**About this exercise**. Of all the lines below, output only those starting at the one with "ADC reads now." and ending at the one with "pub struct Drive(pub Rc<RefCell<Finger>>);", both ends included, exactly as written.

**Source information**.
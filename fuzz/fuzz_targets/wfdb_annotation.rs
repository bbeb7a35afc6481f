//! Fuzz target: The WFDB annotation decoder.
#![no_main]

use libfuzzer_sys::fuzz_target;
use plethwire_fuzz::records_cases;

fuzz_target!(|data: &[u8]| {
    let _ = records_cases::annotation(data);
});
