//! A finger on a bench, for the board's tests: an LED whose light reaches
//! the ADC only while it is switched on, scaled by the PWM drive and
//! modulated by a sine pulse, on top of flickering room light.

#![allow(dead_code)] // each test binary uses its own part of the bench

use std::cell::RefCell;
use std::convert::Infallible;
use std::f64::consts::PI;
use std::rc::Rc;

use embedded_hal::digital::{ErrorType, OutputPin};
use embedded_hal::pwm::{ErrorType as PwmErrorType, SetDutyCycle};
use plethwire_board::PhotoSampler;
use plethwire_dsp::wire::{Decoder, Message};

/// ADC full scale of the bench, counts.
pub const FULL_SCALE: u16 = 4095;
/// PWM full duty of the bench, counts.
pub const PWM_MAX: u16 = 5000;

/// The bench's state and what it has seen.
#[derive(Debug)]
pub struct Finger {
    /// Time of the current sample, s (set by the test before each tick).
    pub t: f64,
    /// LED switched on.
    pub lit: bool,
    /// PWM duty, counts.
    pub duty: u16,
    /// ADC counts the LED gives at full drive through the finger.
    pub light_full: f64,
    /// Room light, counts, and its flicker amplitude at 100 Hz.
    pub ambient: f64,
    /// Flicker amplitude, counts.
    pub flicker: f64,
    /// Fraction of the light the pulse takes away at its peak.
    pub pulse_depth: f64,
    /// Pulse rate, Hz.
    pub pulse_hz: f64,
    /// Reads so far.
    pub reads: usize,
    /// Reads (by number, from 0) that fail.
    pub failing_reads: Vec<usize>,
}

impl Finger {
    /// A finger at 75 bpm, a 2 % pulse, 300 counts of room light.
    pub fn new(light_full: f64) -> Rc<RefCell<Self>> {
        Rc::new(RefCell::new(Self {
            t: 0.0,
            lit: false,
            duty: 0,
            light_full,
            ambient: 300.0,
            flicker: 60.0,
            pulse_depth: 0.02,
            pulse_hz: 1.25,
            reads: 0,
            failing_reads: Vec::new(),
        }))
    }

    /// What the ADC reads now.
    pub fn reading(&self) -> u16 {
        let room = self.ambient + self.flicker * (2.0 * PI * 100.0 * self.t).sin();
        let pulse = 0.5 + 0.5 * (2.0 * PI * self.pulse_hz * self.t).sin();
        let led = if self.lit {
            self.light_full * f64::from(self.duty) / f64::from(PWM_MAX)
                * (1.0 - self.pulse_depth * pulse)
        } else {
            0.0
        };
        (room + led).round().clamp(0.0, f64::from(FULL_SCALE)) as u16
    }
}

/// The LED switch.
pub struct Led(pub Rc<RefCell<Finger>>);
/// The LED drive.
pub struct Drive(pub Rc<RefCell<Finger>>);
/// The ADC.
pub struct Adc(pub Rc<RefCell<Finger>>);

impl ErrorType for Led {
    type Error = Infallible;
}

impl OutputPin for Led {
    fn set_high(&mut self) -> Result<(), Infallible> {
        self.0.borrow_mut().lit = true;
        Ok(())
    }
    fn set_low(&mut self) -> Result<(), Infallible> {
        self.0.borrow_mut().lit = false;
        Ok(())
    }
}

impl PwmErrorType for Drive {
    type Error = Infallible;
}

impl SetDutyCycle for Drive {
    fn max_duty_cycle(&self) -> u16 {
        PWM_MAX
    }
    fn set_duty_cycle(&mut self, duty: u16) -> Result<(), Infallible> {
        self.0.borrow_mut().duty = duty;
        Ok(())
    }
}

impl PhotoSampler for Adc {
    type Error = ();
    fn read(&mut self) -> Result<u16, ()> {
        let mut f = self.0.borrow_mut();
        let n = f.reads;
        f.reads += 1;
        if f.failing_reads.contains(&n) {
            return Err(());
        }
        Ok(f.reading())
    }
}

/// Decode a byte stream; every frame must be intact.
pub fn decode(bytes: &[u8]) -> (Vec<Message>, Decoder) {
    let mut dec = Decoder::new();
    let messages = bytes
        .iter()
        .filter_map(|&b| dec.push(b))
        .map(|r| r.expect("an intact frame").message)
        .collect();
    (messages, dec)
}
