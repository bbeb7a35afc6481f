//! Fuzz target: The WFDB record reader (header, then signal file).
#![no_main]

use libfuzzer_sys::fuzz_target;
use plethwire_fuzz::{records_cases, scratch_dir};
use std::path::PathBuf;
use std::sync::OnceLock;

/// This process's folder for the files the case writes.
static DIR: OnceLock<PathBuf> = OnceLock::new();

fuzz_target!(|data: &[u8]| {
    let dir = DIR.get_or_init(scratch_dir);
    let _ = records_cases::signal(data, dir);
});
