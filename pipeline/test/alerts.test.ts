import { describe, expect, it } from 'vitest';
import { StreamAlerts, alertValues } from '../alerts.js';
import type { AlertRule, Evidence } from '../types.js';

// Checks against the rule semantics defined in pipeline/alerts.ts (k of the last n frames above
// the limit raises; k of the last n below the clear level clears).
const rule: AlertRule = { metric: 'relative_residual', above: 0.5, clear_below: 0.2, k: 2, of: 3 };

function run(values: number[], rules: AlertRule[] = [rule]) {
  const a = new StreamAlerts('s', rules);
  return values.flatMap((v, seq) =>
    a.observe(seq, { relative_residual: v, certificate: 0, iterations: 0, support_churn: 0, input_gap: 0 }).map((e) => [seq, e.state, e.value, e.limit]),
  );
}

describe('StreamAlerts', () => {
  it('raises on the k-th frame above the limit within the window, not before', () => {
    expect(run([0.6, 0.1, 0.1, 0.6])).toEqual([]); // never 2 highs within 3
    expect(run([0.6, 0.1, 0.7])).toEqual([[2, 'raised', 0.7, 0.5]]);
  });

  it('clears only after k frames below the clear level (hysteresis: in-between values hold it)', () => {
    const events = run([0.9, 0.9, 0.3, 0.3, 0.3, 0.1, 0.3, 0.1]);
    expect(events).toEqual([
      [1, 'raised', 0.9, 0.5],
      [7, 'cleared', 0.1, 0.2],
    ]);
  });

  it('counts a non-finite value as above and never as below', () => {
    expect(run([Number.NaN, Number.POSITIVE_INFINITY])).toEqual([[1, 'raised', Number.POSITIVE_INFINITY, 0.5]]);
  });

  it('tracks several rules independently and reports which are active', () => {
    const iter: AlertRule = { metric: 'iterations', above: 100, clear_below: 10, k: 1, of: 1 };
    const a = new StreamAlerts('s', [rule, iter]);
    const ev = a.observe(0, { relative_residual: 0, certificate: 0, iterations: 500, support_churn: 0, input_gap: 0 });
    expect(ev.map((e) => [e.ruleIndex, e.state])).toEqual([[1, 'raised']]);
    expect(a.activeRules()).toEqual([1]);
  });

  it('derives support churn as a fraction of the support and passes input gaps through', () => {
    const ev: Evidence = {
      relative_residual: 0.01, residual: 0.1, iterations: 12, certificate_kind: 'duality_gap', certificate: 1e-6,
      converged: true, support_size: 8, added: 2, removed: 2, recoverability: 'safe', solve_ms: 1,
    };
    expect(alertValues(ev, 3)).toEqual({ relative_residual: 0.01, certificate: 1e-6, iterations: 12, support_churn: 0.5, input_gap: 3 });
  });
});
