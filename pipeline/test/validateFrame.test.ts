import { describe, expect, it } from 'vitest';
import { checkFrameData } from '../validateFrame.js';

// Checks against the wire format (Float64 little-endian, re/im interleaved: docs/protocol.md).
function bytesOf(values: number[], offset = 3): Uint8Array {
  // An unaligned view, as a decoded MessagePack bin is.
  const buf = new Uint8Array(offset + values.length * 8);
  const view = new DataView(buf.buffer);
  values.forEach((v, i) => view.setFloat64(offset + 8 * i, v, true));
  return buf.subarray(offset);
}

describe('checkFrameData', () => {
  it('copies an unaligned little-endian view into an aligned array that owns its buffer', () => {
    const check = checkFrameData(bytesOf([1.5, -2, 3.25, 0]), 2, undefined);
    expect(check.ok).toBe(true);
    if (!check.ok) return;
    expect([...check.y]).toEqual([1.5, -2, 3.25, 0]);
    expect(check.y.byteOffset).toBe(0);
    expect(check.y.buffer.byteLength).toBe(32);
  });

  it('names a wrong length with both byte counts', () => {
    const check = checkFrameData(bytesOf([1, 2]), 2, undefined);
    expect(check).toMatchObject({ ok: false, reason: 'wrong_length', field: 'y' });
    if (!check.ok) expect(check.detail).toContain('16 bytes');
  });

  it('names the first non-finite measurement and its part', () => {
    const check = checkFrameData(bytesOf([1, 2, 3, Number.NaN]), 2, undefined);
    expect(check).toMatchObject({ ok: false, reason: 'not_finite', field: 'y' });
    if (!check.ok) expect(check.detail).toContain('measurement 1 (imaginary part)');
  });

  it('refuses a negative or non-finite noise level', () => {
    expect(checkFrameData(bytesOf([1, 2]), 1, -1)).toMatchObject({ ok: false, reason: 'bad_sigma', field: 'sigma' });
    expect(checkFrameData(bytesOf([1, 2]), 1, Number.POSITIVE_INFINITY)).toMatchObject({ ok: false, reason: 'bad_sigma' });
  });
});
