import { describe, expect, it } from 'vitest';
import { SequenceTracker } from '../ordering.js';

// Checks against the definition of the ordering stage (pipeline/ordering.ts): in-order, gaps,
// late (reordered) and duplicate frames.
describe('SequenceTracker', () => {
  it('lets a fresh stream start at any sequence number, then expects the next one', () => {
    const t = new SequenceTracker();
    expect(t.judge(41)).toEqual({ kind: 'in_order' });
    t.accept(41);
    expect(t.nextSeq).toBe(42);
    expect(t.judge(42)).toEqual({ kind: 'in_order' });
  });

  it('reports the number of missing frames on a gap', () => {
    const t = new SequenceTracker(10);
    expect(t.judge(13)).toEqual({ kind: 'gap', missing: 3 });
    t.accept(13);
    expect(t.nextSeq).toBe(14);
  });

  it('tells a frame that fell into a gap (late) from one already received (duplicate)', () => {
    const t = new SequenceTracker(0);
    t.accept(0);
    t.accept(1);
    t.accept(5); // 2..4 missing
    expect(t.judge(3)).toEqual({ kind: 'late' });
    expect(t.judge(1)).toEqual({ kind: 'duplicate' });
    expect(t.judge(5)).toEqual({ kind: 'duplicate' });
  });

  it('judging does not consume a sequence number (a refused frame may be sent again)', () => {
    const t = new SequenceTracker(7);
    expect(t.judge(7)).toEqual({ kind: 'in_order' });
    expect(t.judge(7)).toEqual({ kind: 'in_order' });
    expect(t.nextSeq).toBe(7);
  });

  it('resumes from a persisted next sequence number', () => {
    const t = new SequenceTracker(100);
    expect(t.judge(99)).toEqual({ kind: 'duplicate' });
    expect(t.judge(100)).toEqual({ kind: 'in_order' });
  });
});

**Response area**.
    /// What the ADC reads now.
    pub fn reading(&self) -> u16 {
        let room = self.ambient + self.flicker * (2.0 * PI * 100.0 * self.t).sin();
        let pulse = 0.5 + 0.5 * (2.0 * PI * self.pulse_hz * self.t).sin();
        let led = if self.lit {
            self.light_full * f64::from(self.duty) / f64::from(PWM_MAX)
                * (1.0 - self.pulse_depth * pulse)
        } else {
            0.0
        };
        (room + led).round().clamp(0.0, f64::from(FULL_SCALE)) as u16
    }
}

/// The LED switch.
pub struct Led(pub Rc<RefCell<Finger>>);
/// The LED drive.
pub struct Drive(pub Rc<RefCell<Finger>>);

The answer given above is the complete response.